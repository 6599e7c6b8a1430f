"""Reading within limits, writing whole or not at all."""

import stat
from pathlib import Path

import pytest

from quant.errors import FileFormatError, UsageError
from quant.files import (
    decode_text,
    fingerprint,
    read_bytes,
    refuse_overwriting,
    require_writable,
    whole_file,
    write_text,
)


def test_content_within_the_limit(tmp_path: Path) -> None:
    file = tmp_path / "a"
    file.write_bytes(b"abc")
    assert read_bytes(file) == b"abc"
    assert read_bytes(str(file), limit=3) == b"abc"
    with pytest.raises(FileFormatError, match="expected at most"):
        read_bytes(file, limit=2)


def test_what_cannot_be_read_is_named(tmp_path: Path) -> None:
    (tmp_path / "empty").touch()
    with pytest.raises(FileFormatError, match="empty: the file is empty") as refusal:
        read_bytes(tmp_path / "empty")
    assert refusal.value.path == tmp_path / "empty"
    with pytest.raises(FileFormatError, match="no such file"):
        read_bytes(tmp_path / "none")
    with pytest.raises(FileFormatError, match="cannot be read"):
        read_bytes(tmp_path)


def test_the_fingerprint_is_sha256() -> None:
    # FIPS 180-2, appendix B.1: the digest of "abc" (from memory).
    assert fingerprint(b"abc") == "ba7816bf8f01cfea414140de5dae2223b00361a396177a9cb410ff61f20015ad"


@pytest.mark.parametrize("encoding", ["utf-8", "utf-8-sig", "utf-16", "latin-1"])
def test_text_in_any_of_the_encodings(encoding: str) -> None:
    assert decode_text("a", "Müller µm\n".encode(encoding)) == "Müller µm\n"


def test_binary_content_is_refused() -> None:
    with pytest.raises(FileFormatError, match=r"a\.bin: binary content"):
        decode_text("a.bin", b"PK\x03\x04\x00\x00")


def test_writing_replaces_the_whole_file_and_makes_folders(tmp_path: Path) -> None:
    file = tmp_path / "new" / "a.txt"
    write_text(file, "first, longer\n")
    write_text(file, "µ\n")
    assert file.read_bytes() == "µ\n".encode()
    assert [path.name for path in file.parent.iterdir()] == ["a.txt"]
    plain = tmp_path / "plain"
    plain.touch()
    assert stat.S_IMODE(file.stat().st_mode) == stat.S_IMODE(plain.stat().st_mode)


def test_a_failure_half_way_leaves_the_old_file(tmp_path: Path) -> None:
    file = tmp_path / "a.txt"
    write_text(file, "old")
    with pytest.raises(TypeError), whole_file(file) as stream:
        stream.writelines([b"new, but", None])  # type: ignore[list-item]  # what goes wrong after a first write
    assert file.read_text() == "old"
    assert [path.name for path in tmp_path.iterdir()] == ["a.txt"]


def test_a_file_that_is_read_is_not_written_over(tmp_path: Path) -> None:
    (tmp_path / "in.csv").write_text("1")
    (tmp_path / "link.csv").symlink_to(tmp_path / "in.csv")
    refuse_overwriting("--out", tmp_path / "out.csv", [tmp_path / "in.csv"])
    for name in ("in.csv", "link.csv", "none/../in.csv"):
        with pytest.raises(UsageError, match=r"^--out .*in\.csv|link\.csv: this file is read by the command"):
            refuse_overwriting("--out", tmp_path / name, [tmp_path / "in.csv"])


def test_a_folder_that_cannot_be_written_to_is_refused_and_nothing_is_left(tmp_path: Path) -> None:
    require_writable(tmp_path)
    require_writable(tmp_path / "new" / "deep")
    assert list(tmp_path.iterdir()) == []
    (tmp_path / "file").write_text("1")
    for place in (tmp_path / "file", tmp_path / "file" / "deep"):
        with pytest.raises(UsageError, match=r"cannot be written to \(Not a directory\); expected a folder"):
            require_writable(place)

--

What you are asked to do :: Using only the data above, copy out the lines that include the word "FileFormatError".

Exercise result ::
from quant.errors import FileFormatError, UsageError
    with pytest.raises(FileFormatError, match="expected at most"):
    with pytest.raises(FileFormatError, match="empty: the file is empty") as refusal:
    with pytest.raises(FileFormatError, match="no such file"):
    with pytest.raises(FileFormatError, match="cannot be read"):
    with pytest.raises(FileFormatError, match=r"a\.bin: binary content"):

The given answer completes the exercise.